The researchers also found that the apparently universal and empirical law of word frequency proposed by George Kingsley Zipf over 75 years ago is not as universal as once thought.

Instead, a writer’s style and word-use depends more on text length and linguistic ability than on any over-arching rule.

These findings led the authors to consider the concept of a ‘meta book’ – a hypothetical ‘mother’ book which would provide an abstract representation of the ‘word-frequency curve’ characteristic of a particular author.

Subconscious ‘meta-book’

“Whenever writing a text, an author is effectively pulling a piece of text out of this meta book,” explained Bernhardsson.

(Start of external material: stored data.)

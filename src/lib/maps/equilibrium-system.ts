/**
 * Equilibrium branches at a fixed second parameter as an ExtendedSystem (docs/maps.md §2):
 * G(x, a) = F(x, a, b0) in y = (x, a), DG = [J_x | F_a], on the two-parameter compiler's functions.
 * The one-parameter engine continues the same equations on its own compiled system
 * (numerics/pseudo-arclength.ts, EquilibriumBranch); both go through the one driver
 * (numerics/continue-curve.ts), as do the saddle-node, Hopf and pitchfork curves.
 */
import type { ExtendedSystem } from '../numerics/extended-system.js';
import type { TwoParameterSystem } from './two-parameter-system.js';

export class EquilibriumSystem implements ExtendedSystem {
  readonly size: number;
  readonly parameterIndex: readonly number[];
  readonly stateIndex: readonly number[];
  private readonly x: Float64Array;
  private readonly j: Float64Array;
  private readonly fa: Float64Array;
  private readonly fb: Float64Array;

  constructor(readonly sys: TwoParameterSystem, readonly second: number) {
    const n = sys.dimension;
    this.size = n + 1;
    this.parameterIndex = [n];
    this.stateIndex = Array.from({ length: n }, (_, i) => i);
    this.x = new Float64Array(n);
    this.j = new Float64Array(n * n);
    this.fa = new Float64Array(n);
    this.fb = new Float64Array(n);
  }

  residual(y: Float64Array, out: Float64Array): void {
    const n = this.sys.dimension;
    for (let i = 0; i < n; i++) this.x[i] = y[i];
    this.sys.rates(this.x, y[n], this.second, out);
  }

  jacobian(y: Float64Array, out: Float64Array): void {
    const n = this.sys.dimension;
    for (let i = 0; i < n; i++) this.x[i] = y[i];
    this.sys.jacobian(this.x, y[n], this.second, this.j);
    this.sys.parameterDerivatives(this.x, y[n], this.second, this.fa, this.fb);
    for (let i = 0; i < n; i++) {
      for (let k = 0; k < n; k++) out[i * (n + 1) + k] = this.j[i * n + k];
      out[i * (n + 1) + n] = this.fa[i];
    }
  }
}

“This is a new concept and we believe it raises interesting questions about how we express ourselves in writing, and how we access our verbal minds, on a very basic level,” he added. “What makes our mental pipeline always produce a flow of words which, although at each time entirely specific, seem to follow totally time-independent statistics?”

Tim Sinclair, a published author and the communications officer at the Australian Society of Authors in Sydney, was, however, a little sceptical about need for such an overlap of physics and the arts.

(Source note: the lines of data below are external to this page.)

/**
 * A model document compiled with two free parameters (docs/maps.md §1): the rates F(x, a, b), the
 * state Jacobian J_x, the parameter derivatives F_a, F_b, and the second derivatives the extended
 * systems of src/lib/maps need, all symbolic (src/lib/model/differentiate.ts) and compiled once
 * (src/lib/model/codegen.ts):
 *   secondState(x, a, b, v, out):   out[i n + j] = sum_k d J_ik / d x_j  v_k   (= d (J_x v)_i / d x_j)
 *   secondParameter(x, a, b, v, oa, ob): oa[i] = sum_k d J_ik / d a  v_k, ob likewise for b.
 * `a` is the swept (first) parameter, `b` the second one. Every other parameter is fixed at its
 * document value. The one-parameter compiler (src/lib/model/compile*.ts) is not changed: this file
 * only reuses its building blocks (expression whitelist, symbolic derivative, code generation), so
 * today's one-parameter systems and results are exactly what they were.
 *
 * Network documents are written out per node (every node and link unrolled), like the 'unrolled'
 * strategy of compile-network.ts; the generated trees are capped by MODEL_LIMITS.maxGeneratedTreeNodes.
 */
import { compileFunction, emit } from '../model/codegen.js';
import { compileModelJson } from '../model/compile.js';
import type { CompiledSystem, NetworkStructure } from '../model/compiled-system.js';
import { differentiate, symbolIndex } from '../model/differentiate.js';
import { ModelError, type ModelIssue } from '../model/errors.js';
import { bin, countNodes, num, replaceSymbols, sym, symbolsOf, type Expr } from '../model/expr.js';
import { fold } from '../model/fold.js';
import { atPath, internalTree, substitute } from '../model/internal-tree.js';
import { MODEL_LIMITS } from '../model/limits.js';
import { listNames } from '../model/names.js';
import type { ModelDocument, NetworkDocument, OdeDocument } from '../model/schema.js';
import { validateModelDocument } from '../model/validate.js';

type Fn3 = (x: Float64Array, a: number, b: number, out: Float64Array) => Float64Array;

export interface TwoParameterSystem {
  readonly dimension: number;
  readonly variables: readonly string[];
  /** [first (swept), second] parameter names. */
  readonly parameters: readonly [string, string];
  /** The second parameter's value in the document. */
  readonly secondValue: number;
  /** The first parameter's sweep range from the document (or the compile option). */
  readonly sweep: { readonly from: number; readonly to: number };
  rates(x: Float64Array, a: number, b: number, out: Float64Array): Float64Array;
  jacobian(x: Float64Array, a: number, b: number, out: Float64Array): Float64Array;
  /** outA[i] = dF_i/da, outB[i] = dF_i/db. */
  parameterDerivatives(x: Float64Array, a: number, b: number, outA: Float64Array, outB: Float64Array): void;
  /** out[i n + j] = sum_k d^2 F_i / dx_k dx_j v_k (n x n, row-major). */
  secondState(x: Float64Array, a: number, b: number, v: Float64Array, out: Float64Array): Float64Array;
  /** outA[i] = sum_k d^2 F_i / dx_k da v_k, outB likewise with b. */
  secondParameter(x: Float64Array, a: number, b: number, v: Float64Array, outA: Float64Array, outB: Float64Array): void;
  /** The ordinary one-parameter system (today's compiler) with the second parameter fixed at `b`. */
  atSecond(b: number, sweep?: { from: number; to: number }): CompiledSystem;
  /** The one-parameter system sweeping the second parameter over `sweep`, the first fixed at `a` (today's compiler, its sweepParameter option). */
  atFirst(a: number, sweep: { from: number; to: number }): CompiledSystem;
  /** Network structure of the one-parameter system (element roles, patterns), when a network. */
  readonly network?: NetworkStructure;
}

export interface TwoParameterOptions {
  /** The second free parameter (required). */
  readonly second: string;
  /** Sweep range of the first parameter (default: the document's sweep). */
  readonly sweep?: { readonly from: number; readonly to: number };
}

/**
 * Validate and compile a model document with its swept parameter and `options.second` free.
 * Problems throw a ModelError naming the field ('second' for the second parameter).
 */
export function compileTwoParameter(input: unknown, options: TwoParameterOptions): TwoParameterSystem {
  const checked = validateModelDocument(input);
  if (!checked.ok) throw new ModelError(checked.issues);
  const doc = checked.document;
  const first = doc.sweep.parameter;
  const second = options.second;
  const issues: ModelIssue[] = [];
  const names = doc.format === 'brinkmap/network-1' ? [doc.coupling.parameter, ...Object.keys(doc.element.parameters)] : Object.keys(doc.parameters);
  if (!names.includes(second)) issues.push({ path: 'second', message: `unknown parameter '${second}' (parameters: ${listNames(names)})` });
  else if (second === first) issues.push({ path: 'second', message: `'${second}' is already the swept parameter (sweep.parameter); name another one` });
  else if (doc.format === 'brinkmap/network-1' && second !== doc.coupling.parameter && doc.nodes.every((node) => node.parameters && Object.hasOwn(node.parameters, second))) {
    issues.push({ path: 'second', message: `every node overrides '${second}', so varying it changes nothing` });
  }
  const sweep = options.sweep ?? doc.sweep;
  if (!Number.isFinite(sweep.from) || !Number.isFinite(sweep.to) || sweep.from === sweep.to) {
    issues.push({ path: 'sweep', message: `expected two different finite numbers (got ${sweep.from}, ${sweep.to})` });
  }
  if (issues.length > 0) throw new ModelError(issues);

  const secondValue = doc.format === 'brinkmap/network-1'
    ? (second === doc.coupling.parameter ? doc.coupling.value : doc.element.parameters[second])
    : doc.parameters[second];
  const trees = atPath('(document)', () => (doc.format === 'brinkmap/network-1' ? networkTrees(doc, first, second) : odeTrees(doc, first, second)));
  const fns = atPath('(document)', () => generate(trees.trees, trees.n, trees.paths));
  const base = compileModelJson(doc, { sweep: { from: sweep.from, to: sweep.to } });
  return {
    dimension: trees.n,
    variables: [...base.variables],
    parameters: [first, second],
    secondValue,
    sweep: { from: sweep.from, to: sweep.to },
    ...fns,
    atSecond: (b: number, s = sweep) => compileModelJson(withSecond(doc, second, b), { sweep: { from: s.from, to: s.to } }),
    atFirst: (a: number, s: { from: number; to: number }) => compileModelJson(withSecond(doc, first, a), { sweepParameter: second, sweep: { from: s.from, to: s.to } }),
    ...(base.network ? { network: base.network } : {}),
  };
}

/** A copy of the document with parameter `second` set to b (nodes that override it keep their value). */
export function withSecond(doc: ModelDocument, second: string, b: number): ModelDocument {
  const copy = structuredClone(doc);
  if (copy.format === 'brinkmap/network-1') {
    if (second === copy.coupling.parameter) copy.coupling.value = b;
    else copy.element.parameters[second] = b;
  } else {
    copy.parameters[second] = b;
  }
  return copy;
}

// Internal symbols: v<j> state j, pa / pb the two free parameters.
const PA = 'pa';
const PB = 'pb';

function odeTrees(doc: OdeDocument, first: string, second: string): { trees: Expr[]; n: number; paths: string[] } {
  const paramNames = Object.keys(doc.parameters);
  const varIndex = new Map(doc.variables.map((v, i) => [v, i]));
  const rename = (name: string) => {
    const v = varIndex.get(name);
    if (v !== undefined) return `v${v}`;
    if (name === first) return PA;
    if (name === second) return PB;
    const k = paramNames.indexOf(name);
    if (k >= 0) return `k${k}`;
    throw new Error(`internal: unmapped symbol ${name}`);
  };
  const fixed = (name: string) => (name.startsWith('k') ? doc.parameters[paramNames[Number(name.slice(1))]] : undefined);
  const allowed = [...doc.variables, ...paramNames];
  const trees = doc.variables.map((v) => atPath(`rates.${v}`, () => fold(substitute(internalTree(doc.rates[v], allowed, rename, `rates.${v}`), fixed))));
  return { trees, n: doc.variables.length, paths: doc.variables.map((v) => `rates.${v}`) };
}

/**
 * Node i: f(x_i; q_i) + beta * sum_{links l to i} w_l g(x_from, x_i; q_i) (compile-network.ts), with the
 * two free parameters left as symbols where they apply (coupling, or element parameters on nodes that
 * do not override them) and every other parameter inlined.
 */
function networkTrees(doc: NetworkDocument, first: string, second: string): { trees: Expr[]; n: number; paths: string[] } {
  const n = doc.nodes.length;
  const paramNames = Object.keys(doc.element.parameters);
  const variable = doc.element.variable;
  const renameParam = (name: string) => `k${paramNames.indexOf(name)}`;
  const f = internalTree(doc.element.rate, [variable, ...paramNames], (s) => (s === variable ? 'u' : renameParam(s)), 'element.rate');
  const g = internalTree(doc.coupling.term, ['source', 'target', ...paramNames], (s) => (s === 'source' ? 's' : s === 'target' ? 't' : renameParam(s)), 'coupling.term');
  const coupling = doc.coupling.parameter;
  const beta = coupling === first ? sym(PA) : coupling === second ? sym(PB) : num(doc.coupling.value);
  const idIndex = new Map(doc.nodes.map((node, i) => [node.id, i]));
  const incoming: { from: number; weight: number }[][] = Array.from({ length: n }, () => []);
  for (const link of doc.links) {
    const from = idIndex.get(link.from)!;
    const to = idIndex.get(link.to)!;
    incoming[to].push({ from, weight: link.weight });
    if (link.twoWay && from !== to) incoming[from].push({ from: to, weight: link.weight });
  }
  const trees: Expr[] = [];
  for (let i = 0; i < n; i++) {
    const node = doc.nodes[i];
    const overrides = (k: string) => Boolean(node.parameters && Object.hasOwn(node.parameters, k));
    const param = (name: string): Expr | undefined => {
      if (!name.startsWith('k')) return undefined;
      const key = paramNames[Number(name.slice(1))];
      if (key === first && !overrides(key)) return sym(PA);
      if (key === second && !overrides(key)) return sym(PB);
      return num(overrides(key) ? node.parameters![key] : doc.element.parameters[key]);
    };
    let tree = replaceSymbols(f, (name) => (name === 'u' ? sym(`v${i}`) : param(name)));
    if (incoming[i].length > 0) {
      let sum: Expr | null = null;
      for (const l of incoming[i]) {
        const term = bin('*', num(l.weight), replaceSymbols(g, (name) => (name === 's' ? sym(`v${l.from}`) : name === 't' ? sym(`v${i}`) : param(name))));
        sum = sum === null ? term : bin('+', sum, term);
      }
      tree = bin('+', tree, bin('*', beta, sum!));
    }
    trees.push(fold(tree));
  }
  return { trees, n, paths: doc.nodes.map((_, i) => `nodes[${i}]`) };
}

interface Generated {
  rates: Fn3;
  jacobian: Fn3;
  parameterDerivatives: (x: Float64Array, a: number, b: number, outA: Float64Array, outB: Float64Array) => void;
  secondState: (x: Float64Array, a: number, b: number, v: Float64Array, out: Float64Array) => Float64Array;
  secondParameter: (x: Float64Array, a: number, b: number, v: Float64Array, outA: Float64Array, outB: Float64Array) => void;
}

function generate(trees: readonly Expr[], n: number, paths: readonly string[]): Generated {
  const code = (name: string): string => {
    if (name === PA) return 'a';
    if (name === PB) return 'b';
    if (/^v\d+$/.test(name)) return `x${name.slice(1)}`;
    throw new Error(`internal: symbol ${name} left after substitution`);
  };
  const isZero = (e: Expr) => e.kind === 'num' && e.value === 0;
  let generated = 0;
  const spend = (e: Expr, path: string) => {
    generated += countNodes(e);
    if (generated > MODEL_LIMITS.maxGeneratedTreeNodes) {
      throw new ModelError([{ path, message: `the second derivatives of the two-parameter system grow beyond ${MODEL_LIMITS.maxGeneratedTreeNodes} terms; shorten the rates or use fewer variables` }]);
    }
  };
  const powers = new Set<number>();
  const rate: string[] = [];
  const jac: string[] = [];
  const dpar: string[] = [];
  const second: string[] = [];
  const secondPar: string[] = [];
  for (let i = 0; i < n; i++) {
    const tree = trees[i];
    spend(tree, paths[i]);
    rate.push(`out[${i}] = ${emit(tree, code, powers)};`);
    const used = symbolsOf(tree);
    const index = symbolIndex(tree);
    const da = used.has(PA) ? differentiate(tree, PA, index) : num(0);
    const db = used.has(PB) ? differentiate(tree, PB, index) : num(0);
    spend(da, paths[i]);
    spend(db, paths[i]);
    dpar.push(`oa[${i}] = ${emit(da, code, powers)};`, `ob[${i}] = ${emit(db, code, powers)};`);
    const saTerms: string[] = [];
    const sbTerms: string[] = [];
    for (let k = 0; k < n; k++) {
      if (!used.has(`v${k}`)) continue;
      const jik = differentiate(tree, `v${k}`, index);
      spend(jik, paths[i]);
      if (isZero(jik)) continue;
      jac.push(`out[${i * n + k}] = ${emit(jik, code, powers)};`);
      const usedJ = symbolsOf(jik);
      const indexJ = symbolIndex(jik);
      for (let j = 0; j < n; j++) {
        if (!usedJ.has(`v${j}`)) continue;
        const h = differentiate(jik, `v${j}`, indexJ);
        spend(h, paths[i]);
        if (!isZero(h)) second.push(`out[${i * n + j}] += (${emit(h, code, powers)}) * v[${k}];`);
      }
      if (usedJ.has(PA)) {
        const h = differentiate(jik, PA, indexJ);
        spend(h, paths[i]);
        if (!isZero(h)) saTerms.push(`(${emit(h, code, powers)}) * v[${k}]`);
      }
      if (usedJ.has(PB)) {
        const h = differentiate(jik, PB, indexJ);
        spend(h, paths[i]);
        if (!isZero(h)) sbTerms.push(`(${emit(h, code, powers)}) * v[${k}]`);
      }
    }
    secondPar.push(`oa[${i}] = ${saTerms.length > 0 ? saTerms.join(' + ') : '0'};`, `ob[${i}] = ${sbTerms.length > 0 ? sbTerms.join(' + ') : '0'};`);
  }
  const locals = `const ${Array.from({ length: n }, (_, j) => `x${j} = x[${j}]`).join(', ')};`;
  const zero = (len: number) => `for (let k = 0; k < ${len}; k++) out[k] = 0;`;
  return {
    rates: compileFunction<Fn3>(['x', 'a', 'b', 'out'], `${locals}\n${rate.join('\n')}\nreturn out;`, powers),
    jacobian: compileFunction<Fn3>(['x', 'a', 'b', 'out'], `${locals}\n${zero(n * n)}\n${jac.join('\n')}\nreturn out;`, powers),
    parameterDerivatives: compileFunction(['x', 'a', 'b', 'oa', 'ob'], `${locals}\n${dpar.join('\n')}`, powers),
    secondState: compileFunction(['x', 'a', 'b', 'v', 'out'], `${locals}\n${zero(n * n)}\n${second.join('\n')}\nreturn out;`, powers),
    secondParameter: compileFunction(['x', 'a', 'b', 'v', 'oa', 'ob'], `${locals}\n${secondPar.join('\n')}`, powers),
  };
}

“While this is an impressive technical achievement, and an appealing concept – the idea of a ‘meta-book’ ready and waiting to be accessed by the author over the course of their lifetime ties in nicely with the intangible concept of the Muse – it does seem a little redundant,” he said.

Computer program not needed

“Any good reader – and good readers are less common than people imagine – can tell if they are reading an Austen or a Hardy, a Winton or a Garner. Authors’ fingerprints are all over their work, and it doesn’t take a computer program to dust for them.

“Just look at how hard it is for previously-published authors to remain anonymous after they publish under a pseudonym,” he said, giving as an example The Bride Stripped Bare, a book supposedly written anonymously by a frustrated housewife which was later outed as the work of Australian author Nikki Gemmell.